Reproduce the lines below exactly, starting at the one containing "segment = np.asarray(volts[begin : min(end" and stopping at the final line.
===============
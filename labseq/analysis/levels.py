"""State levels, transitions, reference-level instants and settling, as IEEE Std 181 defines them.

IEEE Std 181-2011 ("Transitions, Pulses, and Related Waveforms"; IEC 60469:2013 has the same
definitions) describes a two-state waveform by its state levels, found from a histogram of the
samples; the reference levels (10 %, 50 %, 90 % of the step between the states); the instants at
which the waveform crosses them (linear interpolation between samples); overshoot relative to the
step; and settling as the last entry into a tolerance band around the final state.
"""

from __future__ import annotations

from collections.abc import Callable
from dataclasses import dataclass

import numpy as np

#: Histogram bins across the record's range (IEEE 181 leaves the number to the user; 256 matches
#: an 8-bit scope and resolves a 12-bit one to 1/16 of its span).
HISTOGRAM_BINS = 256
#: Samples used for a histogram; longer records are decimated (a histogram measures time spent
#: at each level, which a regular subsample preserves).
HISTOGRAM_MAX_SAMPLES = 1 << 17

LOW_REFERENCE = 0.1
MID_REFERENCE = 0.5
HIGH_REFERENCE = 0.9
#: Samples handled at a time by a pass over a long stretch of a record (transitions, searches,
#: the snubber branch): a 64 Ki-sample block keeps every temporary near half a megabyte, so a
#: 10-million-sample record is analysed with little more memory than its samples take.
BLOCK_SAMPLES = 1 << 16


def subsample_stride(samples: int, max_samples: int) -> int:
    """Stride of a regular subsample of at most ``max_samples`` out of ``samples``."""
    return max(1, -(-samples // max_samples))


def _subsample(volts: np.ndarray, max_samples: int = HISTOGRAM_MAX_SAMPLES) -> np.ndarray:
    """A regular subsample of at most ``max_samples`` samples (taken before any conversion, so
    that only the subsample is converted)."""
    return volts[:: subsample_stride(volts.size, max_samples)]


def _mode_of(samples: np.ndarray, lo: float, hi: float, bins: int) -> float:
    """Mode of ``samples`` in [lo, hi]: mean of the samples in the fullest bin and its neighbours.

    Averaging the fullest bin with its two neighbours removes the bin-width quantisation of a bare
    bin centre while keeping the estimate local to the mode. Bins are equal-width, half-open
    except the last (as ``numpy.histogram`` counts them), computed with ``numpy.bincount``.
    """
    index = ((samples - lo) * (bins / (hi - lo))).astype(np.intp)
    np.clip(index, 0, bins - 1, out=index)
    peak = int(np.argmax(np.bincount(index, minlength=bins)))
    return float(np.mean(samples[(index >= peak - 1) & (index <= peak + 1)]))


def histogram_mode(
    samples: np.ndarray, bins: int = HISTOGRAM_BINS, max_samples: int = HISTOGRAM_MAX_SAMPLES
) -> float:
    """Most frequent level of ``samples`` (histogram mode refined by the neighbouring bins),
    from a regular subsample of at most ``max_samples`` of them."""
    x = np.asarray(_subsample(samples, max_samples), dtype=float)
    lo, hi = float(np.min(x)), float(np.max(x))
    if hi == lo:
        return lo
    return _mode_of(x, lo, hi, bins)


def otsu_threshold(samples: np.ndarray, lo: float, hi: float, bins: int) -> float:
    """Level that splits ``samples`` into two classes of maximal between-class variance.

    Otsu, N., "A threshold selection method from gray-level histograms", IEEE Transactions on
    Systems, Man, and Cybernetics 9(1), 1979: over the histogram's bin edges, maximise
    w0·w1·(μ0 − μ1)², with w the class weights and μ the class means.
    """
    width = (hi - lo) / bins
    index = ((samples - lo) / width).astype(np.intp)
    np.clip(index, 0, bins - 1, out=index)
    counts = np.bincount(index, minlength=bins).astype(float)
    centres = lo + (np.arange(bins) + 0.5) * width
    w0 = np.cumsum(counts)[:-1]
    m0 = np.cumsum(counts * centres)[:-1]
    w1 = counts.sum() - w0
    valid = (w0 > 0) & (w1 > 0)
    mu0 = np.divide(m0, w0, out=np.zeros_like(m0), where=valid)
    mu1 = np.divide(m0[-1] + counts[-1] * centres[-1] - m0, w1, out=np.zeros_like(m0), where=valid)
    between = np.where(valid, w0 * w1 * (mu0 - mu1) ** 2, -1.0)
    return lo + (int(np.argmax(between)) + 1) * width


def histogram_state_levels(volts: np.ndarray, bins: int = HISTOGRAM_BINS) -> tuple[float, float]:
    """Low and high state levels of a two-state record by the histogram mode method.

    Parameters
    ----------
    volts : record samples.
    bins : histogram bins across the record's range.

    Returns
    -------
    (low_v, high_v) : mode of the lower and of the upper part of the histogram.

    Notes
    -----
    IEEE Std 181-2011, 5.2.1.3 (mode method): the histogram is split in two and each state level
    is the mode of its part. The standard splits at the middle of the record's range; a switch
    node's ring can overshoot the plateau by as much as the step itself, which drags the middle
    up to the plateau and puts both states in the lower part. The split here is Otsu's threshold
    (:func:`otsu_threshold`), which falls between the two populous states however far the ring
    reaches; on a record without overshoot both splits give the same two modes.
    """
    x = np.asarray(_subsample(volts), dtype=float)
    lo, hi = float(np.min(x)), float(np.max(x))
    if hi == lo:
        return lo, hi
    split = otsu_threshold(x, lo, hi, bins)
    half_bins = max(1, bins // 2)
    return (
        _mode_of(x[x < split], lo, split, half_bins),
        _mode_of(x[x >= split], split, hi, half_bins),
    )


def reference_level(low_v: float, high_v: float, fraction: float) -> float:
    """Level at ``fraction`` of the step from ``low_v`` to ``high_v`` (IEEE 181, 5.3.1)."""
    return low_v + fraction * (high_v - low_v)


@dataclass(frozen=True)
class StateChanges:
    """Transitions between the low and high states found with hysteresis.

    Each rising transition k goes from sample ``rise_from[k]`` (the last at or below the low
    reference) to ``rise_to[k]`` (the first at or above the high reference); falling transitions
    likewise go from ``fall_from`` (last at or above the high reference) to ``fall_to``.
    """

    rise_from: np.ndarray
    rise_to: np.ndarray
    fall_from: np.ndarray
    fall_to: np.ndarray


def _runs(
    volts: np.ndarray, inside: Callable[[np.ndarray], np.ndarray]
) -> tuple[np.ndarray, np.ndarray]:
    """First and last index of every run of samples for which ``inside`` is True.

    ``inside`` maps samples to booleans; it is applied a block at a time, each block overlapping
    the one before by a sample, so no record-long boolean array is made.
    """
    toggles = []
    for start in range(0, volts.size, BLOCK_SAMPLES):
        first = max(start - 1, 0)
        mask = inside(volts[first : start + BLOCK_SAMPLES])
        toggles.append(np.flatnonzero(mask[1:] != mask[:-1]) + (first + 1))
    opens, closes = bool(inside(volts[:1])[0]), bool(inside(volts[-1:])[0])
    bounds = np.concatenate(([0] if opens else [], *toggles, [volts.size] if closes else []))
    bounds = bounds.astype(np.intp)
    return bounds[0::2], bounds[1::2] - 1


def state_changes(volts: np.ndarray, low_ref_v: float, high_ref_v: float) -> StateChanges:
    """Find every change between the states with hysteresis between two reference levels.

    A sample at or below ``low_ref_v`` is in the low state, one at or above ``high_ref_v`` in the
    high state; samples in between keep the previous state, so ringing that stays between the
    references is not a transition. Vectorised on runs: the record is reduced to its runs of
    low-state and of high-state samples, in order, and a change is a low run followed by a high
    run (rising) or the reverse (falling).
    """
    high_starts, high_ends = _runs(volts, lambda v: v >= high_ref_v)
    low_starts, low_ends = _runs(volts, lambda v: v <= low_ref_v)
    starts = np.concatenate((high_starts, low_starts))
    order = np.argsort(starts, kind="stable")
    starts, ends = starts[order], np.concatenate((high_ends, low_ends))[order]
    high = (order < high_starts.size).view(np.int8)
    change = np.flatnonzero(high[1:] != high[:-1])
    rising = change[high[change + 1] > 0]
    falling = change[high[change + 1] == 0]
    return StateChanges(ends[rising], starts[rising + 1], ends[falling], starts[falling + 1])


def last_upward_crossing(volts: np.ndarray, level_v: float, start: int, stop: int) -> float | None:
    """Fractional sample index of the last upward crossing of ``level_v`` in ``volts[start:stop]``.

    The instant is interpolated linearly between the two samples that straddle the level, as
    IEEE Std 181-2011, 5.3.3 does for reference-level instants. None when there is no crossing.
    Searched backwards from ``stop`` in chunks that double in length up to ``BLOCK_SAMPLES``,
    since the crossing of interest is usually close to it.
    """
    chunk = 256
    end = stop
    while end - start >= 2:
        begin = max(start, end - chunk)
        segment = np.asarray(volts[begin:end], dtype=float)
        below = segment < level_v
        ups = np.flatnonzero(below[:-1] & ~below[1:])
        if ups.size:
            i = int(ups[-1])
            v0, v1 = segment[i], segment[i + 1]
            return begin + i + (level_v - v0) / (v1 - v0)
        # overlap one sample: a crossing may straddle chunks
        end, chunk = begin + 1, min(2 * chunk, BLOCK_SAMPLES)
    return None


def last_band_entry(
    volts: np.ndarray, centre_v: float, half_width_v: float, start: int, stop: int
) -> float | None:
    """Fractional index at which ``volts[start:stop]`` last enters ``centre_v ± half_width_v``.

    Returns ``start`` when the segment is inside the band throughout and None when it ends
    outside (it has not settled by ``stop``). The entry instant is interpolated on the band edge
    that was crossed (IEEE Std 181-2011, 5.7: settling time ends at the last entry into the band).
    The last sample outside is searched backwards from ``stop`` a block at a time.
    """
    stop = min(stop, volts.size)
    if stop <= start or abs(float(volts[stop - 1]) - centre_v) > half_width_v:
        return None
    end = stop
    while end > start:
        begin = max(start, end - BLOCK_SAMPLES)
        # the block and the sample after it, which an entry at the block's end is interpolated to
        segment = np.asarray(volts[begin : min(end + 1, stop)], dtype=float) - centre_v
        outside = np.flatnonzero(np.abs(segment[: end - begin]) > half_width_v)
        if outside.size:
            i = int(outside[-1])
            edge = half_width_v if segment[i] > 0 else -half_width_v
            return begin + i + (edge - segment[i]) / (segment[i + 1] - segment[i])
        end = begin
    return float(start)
===============
Output for this task:
        segment = np.asarray(volts[begin : min(end + 1, stop)], dtype=float) - centre_v
        outside = np.flatnonzero(np.abs(segment[: end - begin]) > half_width_v)
        if outside.size:
            i = int(outside[-1])
            edge = half_width_v if segment[i] > 0 else -half_width_v
            return begin + i + (edge - segment[i]) / (segment[i + 1] - segment[i])
        end = begin
    return float(start)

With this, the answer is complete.